Chanie Lazaroff, Friendship Circle’s Hebrew schoolteacher and recruitment director, gave a speech about how volunteers are responsible for the organization’s success. She later told the Journal that she has two daughters, ages 17 and 7, and a 12-year-old son, Tani, who has special needs. 

“Everybody in the family is involved, including my son who has special needs. He thinks he’s staff,” she said with a half-smile. “Not only do I work for Friendship Circle, but I’m also a client.”

Forty-five minutes after their departure, flush-faced walkers started trickling back to the festival’s lawn, where they were greeted by performers on stilts, a train, kosher barbecue, popcorn and cotton candy, a puppy-petting area, a rock-climbing wall, a shofar factory and more.

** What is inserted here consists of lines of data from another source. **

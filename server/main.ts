import { pino } from 'pino';
import { seedDemo } from '../seeds/demo';
import { createApp } from './app';
import { loadConfig } from './config';
import { openDatabase } from './db/database';
import { migrateToLatest } from './db/migrate';
import { startIngest } from './ingest-runtime';
import { startScheduler } from './scheduler';
import { queueMissingPatternWork } from './services/pattern.service';
import { startFakeSmtp, type FakeSmtp } from './mail/fake-smtp';
import { createSmtpMailer } from './mail/mailer';
import { closeSecrPool } from './workers/secr-pool';

/** Starts Maculo: config, database and migrations, mail, demo data, HTTP. */
async function main(): Promise<void> {
  const config = loadConfig();
  const log = pino({ level: config.logLevel });
  const { db, sqlite } = openDatabase(config.databasePath);
  const applied = await migrateToLatest(db);
  if (applied.length) log.info({ applied }, 'database migrated');

  let fakeSmtp: FakeSmtp | null = null;
  let smtpUrl = config.smtpUrl;
  if (!smtpUrl) {
    fakeSmtp = await startFakeSmtp(db);
    smtpUrl = fakeSmtp.url;
    log.info(
      { port: fakeSmtp.port },
      'no SMTP_URL set: e-mail goes to the local outbox (Admin → Outbox)',
    );
  }
  const mailer = createSmtpMailer(smtpUrl, config.mailFrom);

  const ingest = await startIngest(db, config, log);
  if (config.seedDemo) {
    const seeded = await seedDemo(db, {
      log,
      ingest,
      cacheDir: config.demoCacheDir,
    });
    if (seeded) log.info('demo project seeded (see README for the demo accounts)');
  }
  // Coat-pattern features still missing (seeded or imported data, a new vocabulary) are computed
  // in the background by the job queue; the server answers meanwhile.
  const patternJobs = await queueMissingPatternWork(db);
  if (patternJobs) {
    log.info({ jobs: patternJobs }, 'coat-pattern features queued');
    ingest.runner.kick();
  }

  const app = createApp({ db, sqlite, config, log, mailer, ingest });
  const stopScheduler = startScheduler({ db, mailer, log, publicUrl: config.publicUrl });
  const server = app.listen(config.port, config.host, () => {
    log.info(`Maculo is running on ${config.publicUrl}`);
  });
  server.on('close', () => void closeSecrPool());

  const shutdown = (signal: string) => {
    log.info({ signal }, 'shutting down');
    server.close(() => {
      stopScheduler();
      mailer.close();
      void ingest.stop();
      void Promise.resolve(fakeSmtp?.close()).finally(
        () => void db.destroy().finally(() => process.exit(0)),
      );
    });
    setTimeout(() => process.exit(0), 5000).unref();
  };
  process.on('SIGTERM', () => shutdown('SIGTERM'));
  process.on('SIGINT', () => shutdown('SIGINT'));
}

main().catch((err: unknown) => {
  console.error(err instanceof Error ? err.message : err);
  process.exit(1);
});
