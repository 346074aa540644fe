// Starts the real server for browser tests on a fresh database seeded with the demo project.
import { rmSync, mkdirSync } from 'node:fs';
import { spawn } from 'node:child_process';
import { join } from 'node:path';

const root = new URL('..', import.meta.url).pathname;
const dir = join(root, 'tests/.tmp/e2e');
rmSync(dir, { recursive: true, force: true });
mkdirSync(dir, { recursive: true });
const port = process.env.E2E_PORT ?? '3210';

const child = spawn('npx', ['tsx', 'server/main.ts'], {
  cwd: root,
  stdio: 'inherit',
  env: {
    ...process.env,
    PORT: port,
    HOST: '127.0.0.1',
    PUBLIC_URL: `http://127.0.0.1:${port}`,
    DATABASE_PATH: join(dir, 'maculo.sqlite'),
    UPLOADS_DIR: join(dir, 'uploads'),
    // Painted demo photos survive between runs (the database and uploads do not).
    DEMO_CACHE_DIR: join(root, 'tests/.tmp/demo-cache'),
    SESSION_SECRET: 'browser-tests-secret-browser-tests-secret',
    LOGIN_RATE_LIMIT: '1000',
    LOG_LEVEL: 'warn',
    SEED_DEMO: 'true',
  },
});
for (const signal of ['SIGINT', 'SIGTERM']) process.on(signal, () => child.kill(signal));
child.on('exit', (code) => process.exit(code ?? 0));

— Tess Cutler, Contributing Writer


Katsuji Tanabe, chef at Mexikosher and winner of the Food Network’s “Chopped” cooking competition, has partnered with Jewish Big Brothers Big Sisters of Los Angeles (JBBBSLA). 

Katsuji Tanabe, founder and executive chef of Mexikosher, L.A.’s only strictly kosher Mexican restaurant, is shown with Bryan Zlotnikova, a camper from Kibbutz Max Straus, on Aug. 7. Tanabe conducted a demonstration-based cooking class and lunch with teen campers attending the summer sleep-away camp, which is operated by Jewish Big Brothers Big Sisters of Los Angeles. The social services provider recently announced a new cause-marketing partnership with Tanabe, who will advocate mentoring programs for observant Jewish youth.

On Aug. 7, Tanabe hosted a cooking demonstration and workshop for in-residence tweens (ages 7 to 15) at the JBBBSLA-sponsored sleep-away summer camp Kibbutz Max Straus, located in the Verdugo Hills. Although Tanabe is not Jewish (he’s of Japanese and Mexican descent), he’s a prominent figure in the kosher world and now a leading advocate for JBBBSLA, which pairs Jewish boys and girls ages 6 to 18 with upstanding Jewish men and women, respectively, for semimonthly outings and mentorship. 

Tanabe, who was born in Mexico City and runs the only glatt kosher Mexican restaurant in town, hopes his Pico-Robertson restaurant can serve as a go-to hangout for JBBBSLA participants. Mexikosher will host Monday Mentor Meet-Ups, where “littles” (youths aged 6-18) and “bigs” (adult volunteers) can convene. 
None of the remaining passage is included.